My friend Sandy is such a wonderfully nice person. We reach out again and say hello. This time we get a nod and smile.
We are just finishing lunch, packing and stretching, putting our packs back on and another woman appears. She too seems equally all smiles, eager in her approach and cordial.
We finish cleaning up and adjust our buckles and packs for the climb to Golden Lakes Backcountry Camp.
It was at that precise moment when we hear panting and two more women show up as we continue to stand.
That’s when fireworks begin. One hollers out, “Our party is up ahead. You’ll have to wait until we pass.
We are standing watching these two huff and puff and I think, bring it on, you are not going to pass us. Still thinking this is is not a rule and we don’t have to wait for anything.
I make the move, take the bait and holler back, “No problem, if you catch up, you are welcome to pass us.”
Seriously have I fallen for such ridiculous child’s play?
Apparently rude numbskulls come in all sorts of shapes, sizes, sexes and ages. We continue our step up the trail in a posturing move.
Now clearly hiker etiquette is written to say if you are traveling downhill you should step to the side and stop while uphill hikers come up and pass you but, I’ve never in my forty plus years of hiking or backpacking have heard of this rule of not breaking up a party especially when they are spread out over a half a mile or more.
Clearly as well, Sandy and I were summed up down at the river as a negative asset on the trail by at least one of the four women. We find out later why and catch a glimpse of them in the video. Smirk inserted here.
Empowering each other can be limited to your own tribe.
Golden Lakes at Sunset Park
Arriving to camp at a decent time in the afternoon, we have a good choice of campsites at Golden Lakes. There is a large patrol cabin, and 5 neatly tucked away sites scattered up the hill. One large group site sits at the main lakes edge.

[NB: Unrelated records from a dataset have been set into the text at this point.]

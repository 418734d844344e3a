using Microsoft.Extensions.DependencyInjection;
using Npgsql;
using StreamForecast.PostgreSql;

namespace StreamForecast.Orleans.PostgreSql;

/// <summary>Registers grain storage for the forecast buckets in a PostgreSQL database that every silo reaches.</summary>
public static class PostgreSqlGrainStorageSiloExtensions
{
    /// <summary>
    /// Registers grain storage named <paramref name="name"/> in a PostgreSQL database: each grain's state is a stream
    /// of a <see cref="PostgreSqlCheckpointStore"/> in schema <paramref name="schemaName"/>, written with the store's
    /// conditional save, so a stale activation's write is refused in the same transaction that checks it. This is the
    /// storage for silos on several machines; give every silo the same connection string and schema.
    /// </summary>
    /// <param name="silo">The silo builder.</param>
    /// <param name="connectionString">
    /// An Npgsql connection string for the database (<c>Host=…;Port=…;Database=…;Username=…;Password=…</c>). The silo
    /// makes one data source (connection pool) from it, shared by every grain's store and disposed with the silo's
    /// services; size the pool with <c>Maximum Pool Size</c> (Npgsql's default is 100) for the buckets writing at once.
    /// </param>
    /// <param name="retainCount">How many versions of each grain's state to keep (older ones are the fallback if the newest is damaged), 1 to 1,000; default 2.</param>
    /// <param name="schemaName">The database schema for the tables, created on first use if missing; default <c>streamforecast</c>. See <see cref="PostgreSqlCheckpointStoreOptions.SchemaName"/>.</param>
    /// <param name="name">The storage name; <see cref="ForecastClusterOptions.StorageName"/> for the buckets.</param>
    /// <returns>The silo builder.</returns>
    /// <exception cref="ArgumentNullException"><paramref name="silo"/> or <paramref name="schemaName"/> is null.</exception>
    /// <exception cref="ArgumentException">
    /// <paramref name="connectionString"/> or <paramref name="name"/> is null, empty or white space, or the connection
    /// string is not valid; or <paramref name="schemaName"/> is not an allowed schema name.
    /// </exception>
    /// <exception cref="ArgumentOutOfRangeException"><paramref name="retainCount"/> is outside 1 to 1,000.</exception>
    /// <remarks>
    /// Everything is checked here, when the silo is configured; nothing connects until the first grain reads its state.
    /// To share a data source the application already has (for example one registered with Npgsql's own dependency
    /// injection package), register the store with
    /// <see cref="ForecastClusterSiloExtensions.AddCheckpointGrainStorage"/> instead:
    /// <c>silo.AddCheckpointGrainStorage((services, stream) => new PostgreSqlCheckpointStore(dataSource, new PostgreSqlCheckpointStoreOptions(2, streamName: stream)))</c>.
    /// </remarks>
    public static ISiloBuilder AddPostgreSqlCheckpointGrainStorage(
        this ISiloBuilder silo,
        string connectionString,
        int retainCount = 2,
        string schemaName = PostgreSqlCheckpointStoreOptions.DefaultSchemaName,
        string name = ForecastClusterOptions.StorageName)
    {
        ArgumentNullException.ThrowIfNull(silo);
        ArgumentException.ThrowIfNullOrWhiteSpace(connectionString);
        ArgumentException.ThrowIfNullOrWhiteSpace(name);
        _ = new PostgreSqlCheckpointStoreOptions(retainCount, schemaName: schemaName); // validates now, not at the first write
        _ = new NpgsqlConnectionStringBuilder(connectionString); // an unknown keyword or a bad value throws here

        // Keyed by storage name, under a type of this project's own, so it neither meets nor replaces a data source the
        // application registers itself. The container disposes it when the silo's services are disposed.
        silo.Services.AddKeyedSingleton(name, (_, _) => new GrainStorageDataSource(NpgsqlDataSource.Create(connectionString)));
        return silo.AddCheckpointGrainStorage(
            (services, stream) => new PostgreSqlCheckpointStore(
                services.GetRequiredKeyedService<GrainStorageDataSource>(name).DataSource,
                new PostgreSqlCheckpointStoreOptions(retainCount, streamName: stream, schemaName: schemaName)),
            name);
    }

    // The silo's one data source for a grain storage, owned by the silo's service container.
    private sealed class GrainStorageDataSource(NpgsqlDataSource dataSource) : IAsyncDisposable, IDisposable
    {
        public NpgsqlDataSource DataSource { get; } = dataSource;

        public ValueTask DisposeAsync() => DataSource.DisposeAsync();

        public void Dispose() => DataSource.Dispose();
    }
}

We decide on site #3 after seeing #2 is occupied, #1 is teeny, and then number #4 and #5 are back down past the outhouse and up on the hill. I run into three people at site #4. Two men and woman, all very friendly from Bend, Oregon.
Sandy and I try to decide who is the couple and then who is the third wheel and then how and why they all ended up together. Both men are very chatty so it was hard to even begin to decide at this point in time. Regardless, the threesome will continue on with us for the remainder of the trip as we have somewhat similar itineraries ending at Longmire.
Night fell quickly and dinner tasted even better. The highlight for the night being a warm S’mores hot cookie that cooked it self.
S’mores and a good friend make life better. It’s okay to limit the tribe you empower. As far as the four women, we didn’t see them the remainder of the evening. The thing that fell between them on the trail was apparently they didn’t choose their tribe well.